**WHAT YOU ARE ASKED TO DO**
Find the line containing "const dt = plan.dt;" in the entries below. Restate it and each line after it, word for word, up to and including the line containing "function unitWord(u: LimitUnit): string".

**DATA RECORDS**
========================================
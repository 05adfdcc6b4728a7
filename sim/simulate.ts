// The engine's entry point: net → circuit → discretization → ladder → DC start → leapfrog time loop
// → probe records.
import ndarray from 'ndarray';
import { compileNet, type Circuit } from './circuit.js';
import { solveDc } from './dc.js';
import { defaultDuration, discretize } from './discretize.js';
import { buildLadder, type Ladder } from './ladder.js';
import { checkLimits, DEFAULT_LIMITS, estimateRun, lumpedSizes, type RunEstimate, type RunLimits } from './limits.js';
import { advanceLineCells, buildLineKernel } from './line-kernel.js';
import { buildLumped } from './lumped.js';
import type { Net } from './model.js';
import { recordProbes, resolveProbes } from './probes.js';
import { realizeNet, runBand } from './realize.js';
import { finishRouteMap, planRouteMap, recordRouteMap, type RouteMapOptions } from './route-map.js';
import type { Discretization, SimResult } from './result.js';
import { signalFunction } from './signals.js';
import { createWatch } from './watch.js';

export interface SimulateOptions {
  /** Run even when a size limit would be exceeded. */
  force?: boolean;
  limits?: Partial<RunLimits>;
  /** Also record the voltage along the whole net, decimated to about columns × rows values. */
  routeMap?: RouteMapOptions;
}

export interface PreparedRun {
  /** The net with frequency-dependent lines realised for the run's band. */
  net: Net;
  circuit: Circuit;
  plan: Discretization;
}

/**
 * Lines with frequency-dependent loss realised for the band this run needs, compiled to a circuit,
 * and the discretization of the result (the realised lines' high-frequency L′ and C′ set the Courant
 * limit).
 */
export function prepareRun(net: Net): PreparedRun {
  const band = runBand(net, net.run.duration ?? defaultDuration(compileNet(net)));
  const { net: realized, fits } = realizeNet(net, band);
  const circuit = compileNet(realized);
  const plan = discretize(circuit);
  for (const seg of plan.segments) {
    const fit = fits.get(seg.name);
    if (fit) {
      seg.loss = {
        fmin: band.fmin,
        fmax: band.fmax,
        seriesTerms: fit.series.sections.length,
        shuntTerms: fit.shunt.branches.length,
        maxRelErrorZ: fit.maxRelErrorZ,
        maxRelErrorY: fit.maxRelErrorY,
        maxResistanceRelError: fit.skin.maxResistanceRelError,
        maxDielectricLossRelError: fit.debye?.maxLossRelError ?? 0,
      };
    }
  }
  return { net: realized, circuit, plan };
}

function estimateFor(run: PreparedRun, plan: Discretization): RunEstimate {
  return estimateRun(plan, run.circuit.probes.length, run.net.run.sample, lumpedSizes(run.circuit, plan));
}

/** Throws RunRefused (with values that would run) when the run exceeds a limit. */
function refuseOverLimits(run: PreparedRun, options: SimulateOptions): RunEstimate {
  const est = estimateFor(run, run.plan);
  if (options.force) return est;
  const replan = (cpr: number) => {
    const plan = discretize({ ...run.circuit, run: { ...run.circuit.run, cellsPerRise: cpr } });
    return { plan, est: estimateFor(run, plan) };
  };
  checkLimits(run.plan, est, { ...DEFAULT_LIMITS, ...options.limits }, run.circuit.probes.length, run.net.run.cellsPerRise, replan);
  return est;
}

/** The discretization a run would use; throws RunRefused when it does not fit the limits, without allocating the solver. */
export function planRun(net: Net, options: SimulateOptions = {}): Discretization {
  const run = prepareRun(net);
  refuseOverLimits(run, { ...options, force: false });
  return run.plan;
}

/** The ladder of a prepared run and its DC start with every source at its value at t = 0. */
export function ladderAtRest(run: PreparedRun): { ladder: Ladder; sources: Float64Array; dc: ReturnType<typeof solveDc> } {
  const ladder = buildLadder(run.circuit, run.plan);
  const sources = Float64Array.from(run.circuit.sources, (s) => signalFunction(s.signal)(0));
  return { ladder, sources, dc: solveDc(ladder, sources) };
}

export function simulate(input: Net, options: SimulateOptions = {}): SimResult {
  const run = prepareRun(input);
  const { circuit, plan } = run;
  const est = refuseOverLimits(run, options);

  const sourceFns = circuit.sources.map((s) => signalFunction(s.signal));
  const { ladder, sources, dc } = ladderAtRest(run);
  const taps = resolveProbes(circuit.probes, ladder);
  const lumped = buildLumped(ladder, plan.dt, dc);
  const cells = buildLineKernel(ladder, plan.dt, dc, lumped.isLumpedNode);
  const watch = createWatch(ladder, taps, circuit.probes.map((p) => p.name), lumped, sources);

  const { samples, stride } = est;
  const values = new Float64Array(circuit.probes.length * samples);
  const map = options.routeMap ? planRouteMap(ladder, plan.steps, options.routeMap) : undefined;
  const mapStride = map ? map.stepStride : plan.steps + 1;
  recordProbes(taps, cells.v, values, samples, 0);
  if (map) recordRouteMap(map, cells.v, 0);
  const dt = plan.dt;
  const { clusters } = lumped;
  for (let n = 1; n <= plan.steps; n++) {
    const t = n * dt;
    for (let s = 0; s < sources.length; s++) sources[s] = sourceFns[s](t);
    advanceLineCells(cells);
    for (let c = 0; c < clusters.length; c++) clusters[c].advance(cells.v, cells.i, sources);
    if (n % stride === 0) recordProbes(taps, cells.v, values, samples, n / stride);
    if (n % mapStride === 0) recordRouteMap(map!, cells.v, n / mapStride);
    if ((n & watch.mask) === 0) watch.check(cells.v, t);
  }
  watch.check(cells.v, plan.steps * dt);
  return {
    discretization: plan,
    record: {
      names: circuit.probes.map((p) => p.name),
      dtSample: stride * dt,
      values: ndarray(values, [circuit.probes.length, samples]),
    },
    routeMap: map ? finishRouteMap(map, ladder, dt) : undefined,
  };
}
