function unitWord(u: LimitUnit): string {
  return u === '%' ? 'a percentage ("10%")' : u === 'V' ? 'volts ("0.2V")' : u === 's' ? 'seconds ("5ns")' : 'a plain count ("1")';
}

/** The settling band a check asks for, as a BandSpec. */
export function checkBand(spec: CheckSpec): BandSpec {
  const b = spec.band ?? DEFAULT_BAND;
  return b.unit === 'V' ? { volts: b.value } : { fraction: b.value / 100 };
}

/** Settling bands the checks of one probe need measured (always including the default ±5 %). */
export function requiredSettleBands(checks: readonly CheckSpec[], probe: string): BandSpec[] {
  const out: BandSpec[] = [{ fraction: 0.05 }];
  const key = (b: BandSpec): string => ('fraction' in b ? `f${b.fraction}` : `v${b.volts}`);
  const seen = new Set(out.map(key));
  for (const c of checks) {
    if (c.probe !== probe || c.metric !== 'settling') continue;
    const b = checkBand(c);
    if (!seen.has(key(b))) {
      seen.add(key(b));
      out.push(b);
    }
  }
  return out;
}

interface Item {
  /** Value compared with `max`. */
  value: number | null;
  /** Value compared with `min` (differs from `value` only for delayThreshold). */
  lowValue: number | null;
  reason?: string;
  lowReason?: string;
  edge: number | null;
  time: number | null;
  label: string;
}

function edgeLabel(e: EdgeMeasurement): string {
  return `${e.direction} edge ${e.index} at ${formatSI(e.t50, 's')}`;
}

/** Evaluate checks against measurements already made (e.g. from summary.json). */
export function evaluateChecks(checks: readonly CheckSpec[], probes: Readonly<Record<string, ProbeMeasurements>>): CheckResult[] {
  return checks.map((c) => evaluateOne(c, probes));
}
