// Size limits checked before anything is allocated. The defaults keep one run within about a minute
// and a few GiB on the 2-core, 24 GiB machines the project targets; `force` lifts them.
import { RunRefused } from './errors.js';
import type { Discretization } from './result.js';

export interface RunLimits {
  /** Time steps × nodes. */
  maxCellSteps: number;
  /** Bytes of probe records (8 bytes per probe per sample). */
  maxRecordBytes: number;
  /** Nodes in the ladder (about 48 bytes each in the solver). */
  maxNodes: number;
}

export const DEFAULT_LIMITS: RunLimits = {
  maxCellSteps: 3e10,
  maxRecordBytes: 2 * 1024 ** 3,
  maxNodes: 5e7,
};

export interface RunEstimate {
  cellSteps: number;
  recordBytes: number;
  samples: number;
  stride: number;
}

export function estimateRun(plan: Discretization, probes: number, sampleInterval: number | undefined): RunEstimate {
  const stride = sampleInterval ? Math.max(1, Math.round(sampleInterval / plan.dt)) : 1;
  const samples = Math.floor(plan.steps / stride) + 1;
  return { cellSteps: plan.steps * plan.nodes, recordBytes: samples * probes * 8, samples, stride };
}

/** Throws RunRefused naming every limit the run would exceed and what would fit. */
export function checkLimits(plan: Discretization, est: RunEstimate, limits: RunLimits): void {
  const over: string[] = [];
  if (plan.nodes > limits.maxNodes) {
    over.push(`the route needs ${plan.nodes} nodes (limit ${limits.maxNodes}); lower cellsPerRise or use a slower edge`);
  }
  if (est.cellSteps > limits.maxCellSteps) {
    const fitDuration = (limits.maxCellSteps / plan.nodes) * plan.dt;
    over.push(
      `${plan.steps} steps × ${plan.nodes} nodes = ${est.cellSteps.toExponential(2)} cell-steps (limit ${limits.maxCellSteps.toExponential(2)}); ` +
        `a duration up to ${fitDuration.toExponential(3)} s would fit, or lower cellsPerRise`,
    );
  }
  if (est.recordBytes > limits.maxRecordBytes) {
    const stride = Math.ceil(est.recordBytes / limits.maxRecordBytes) * est.stride;
    over.push(
      `probe records need ${(est.recordBytes / 1024 ** 2).toFixed(0)} MiB (limit ${(limits.maxRecordBytes / 1024 ** 2).toFixed(0)} MiB); ` +
        `a sample interval of ${(stride * plan.dt).toExponential(3)} s or more would fit`,
    );
  }
  if (over.length) throw new RunRefused(`run refused before starting:\n  ${over.join('\n  ')}\n  (force overrides these limits)`);
}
========================================
**REPLY TO THE TASK**
  const dt = plan.dt;
  const { clusters } = lumped;
  for (let n = 1; n <= plan.steps; n++) {
    const t = n * dt;
    for (let s = 0; s < sources.length; s++) sources[s] = sourceFns[s](t);
    advanceLineCells(cells);
    for (let c = 0; c < clusters.length; c++) clusters[c].advance(cells.v, cells.i, sources);
    if (n % stride === 0) recordProbes(taps, cells.v, values, samples, n / stride);
    if (n % mapStride === 0) recordRouteMap(map!, cells.v, n / mapStride);
    if ((n & watch.mask) === 0) watch.check(cells.v, t);
  }
  watch.check(cells.v, plan.steps * dt);
  return {
    discretization: plan,
    record: {
      names: circuit.probes.map((p) => p.name),
      dtSample: stride * dt,
      values: ndarray(values, [circuit.probes.length, samples]),
    },
    routeMap: map ? finishRouteMap(map, ladder, dt) : undefined,
  };
}
function unitWord(u: LimitUnit): string {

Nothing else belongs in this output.